The workers have been demanding a fixed minimum wage, social security and basic benefits

September 16, 2023 06:19 pm | Updated 06:19 pm IST - New Delhi

ASHA workers during a protest near in New Delhi’s Civil Lines on Friday.

ASHA workers during a protest near in New Delhi’s Civil Lines on Friday. | Photo Credit: SUSHIL KUMAR VERMA

Hundreds of Accredited Social Health Activist (ASHA) workers, who have been on an indefinite strike since August 28 over adverse working conditions, were on Friday stopped by the police on their way to hold a protest near Chief Minister Arvind Kejriwal’s residence.

The women — who receive incentive-based remuneration for their volunteer work — have been demanding a fixed minimum wage, as well as social security and basic benefits. The ASHA workers said they are being overworked and getting no respect or returns in their job.
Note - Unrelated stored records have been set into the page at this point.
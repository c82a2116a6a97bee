/** The mark of the house: a castle nut from above, the same drawing as the progress glyph. */
export function Brand() {
  return (
    <span className="flex items-center gap-2.5 font-figure text-2xl font-semibold text-on-graphite">
      <svg viewBox="0 0 36 36" width={30} height={30} aria-hidden="true">
        <polygon points="33,18 25.5,30.99 10.5,30.99 3,18 10.5,5.01 25.5,5.01" className="fill-brass-tint" />
        <circle cx={18} cy={18} r={5.2} className="fill-enamel-deep" />
        {[0, 60, 120, 180, 240, 300].map((turn) => (
          <rect
            key={turn}
            x={16}
            y={4}
            width={4}
            height={5.6}
            transform={`rotate(${turn} 18 18)`}
            className="fill-enamel-deep"
          />
        ))}
      </svg>
      Castlenut
    </span>
  );
}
The protesters announced they will stage a demonstration outside Delhi Health Minister Saurabh Bharadwaj’s residence on September 19. Asked about the ASHA workers’ demands and allegations, no response was issued by the Delhi government.
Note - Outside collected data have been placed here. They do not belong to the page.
import { PlateFrame } from "./plate-frame";
import { MoreFacts, PlateHead } from "./plate-head";
import { metalOf, PlateValue } from "./plate-value";
import type { PlateProps } from "./plate";

/** What the number is: a limit to hold, a reading of this one car, or a dimension. */
function roleWords(of: PlateProps["of"]): string {
  const { values } = of.mark;
  if (values.some(({ role }) => role === "measured")) return "Measured on this car, not a specification";
  if (values.some(({ role }) => role === "limit" || role === "min" || role === "max"))
    return "Limit, without tolerance";
  return "";
}

/** A length, pressure, volume or other measure: a ruled edge tells it from a torque. */
export function MeasurePlate({ of, view, size = "normal", current = false, foot }: PlateProps) {
  const { mark, showing } = of;
  const name = mark.component || "Measure";
  const role = roleWords(of);
  return (
    <PlateFrame
      of={of}
      view={view}
      name={name}
      current={current}
      foot={foot}
      metal={metalOf(showing)}
      ruled
      lead={
        <>
          <PlateHead mark={mark} name={name} />
          <PlateValue of={of} view={view} size={size} />
        </>
      }
    >
      {role === "" ? null : <p className="text-[0.95rem] leading-snug">{role}</p>}
      {mark.tightenedState === "" ? null : <p className="text-sm">When: {mark.tightenedState}</p>}
      <MoreFacts mark={mark} />
    </PlateFrame>
  );
}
Following the workers’ protests at Jantar Mantar in August 2020, the government had promised them ₹3,000 per month as fixed income.

However, Geeta, 48, an ASHA worker since 2016, said they get the fixed income only after completing 12 tasks related to their volunteer duties each month. “If we don’t complete these tasks, we get only ₹500.”

“We may be able to make ₹7,000-8000 through incentives. But that is not enough sustain a household, considering the skyrocketing prices of groceries,” said Pushpa Devi, 45, an ASHA worker since 2008.

“We work for 24 hours for the benefit of people but there is nobody for us, no government listens to us, no one cares about our lives,” she added.

Some protesters told The Hindu that each worker assists at least 100 women each year and conducts surveys of over 400 houses individually in the span of 10-15 days.

“We have no fixed timings for our duties. We can be called at any time in the day when needed. I have reported for duty even at 2 a.m. because women across the city need us, but the authorities do not care,” said Kavita, 44, another ASHA worker.

Sonu, president of the ASHA workers’ union, said, “On July 19, we had given a letter to Health Minister Saurabh Bhardwaj. We sent notices to the Lieutenant-Governor, Chief Minister and other officials, but received no response from anyone through the months, which forced us to protest.”

“We have five important demands from the Government, including giving us official posts and a fixed salary, fixing a retirement age with a fixed pension, health benefits and constituting a committee with ASHA representatives,” she added.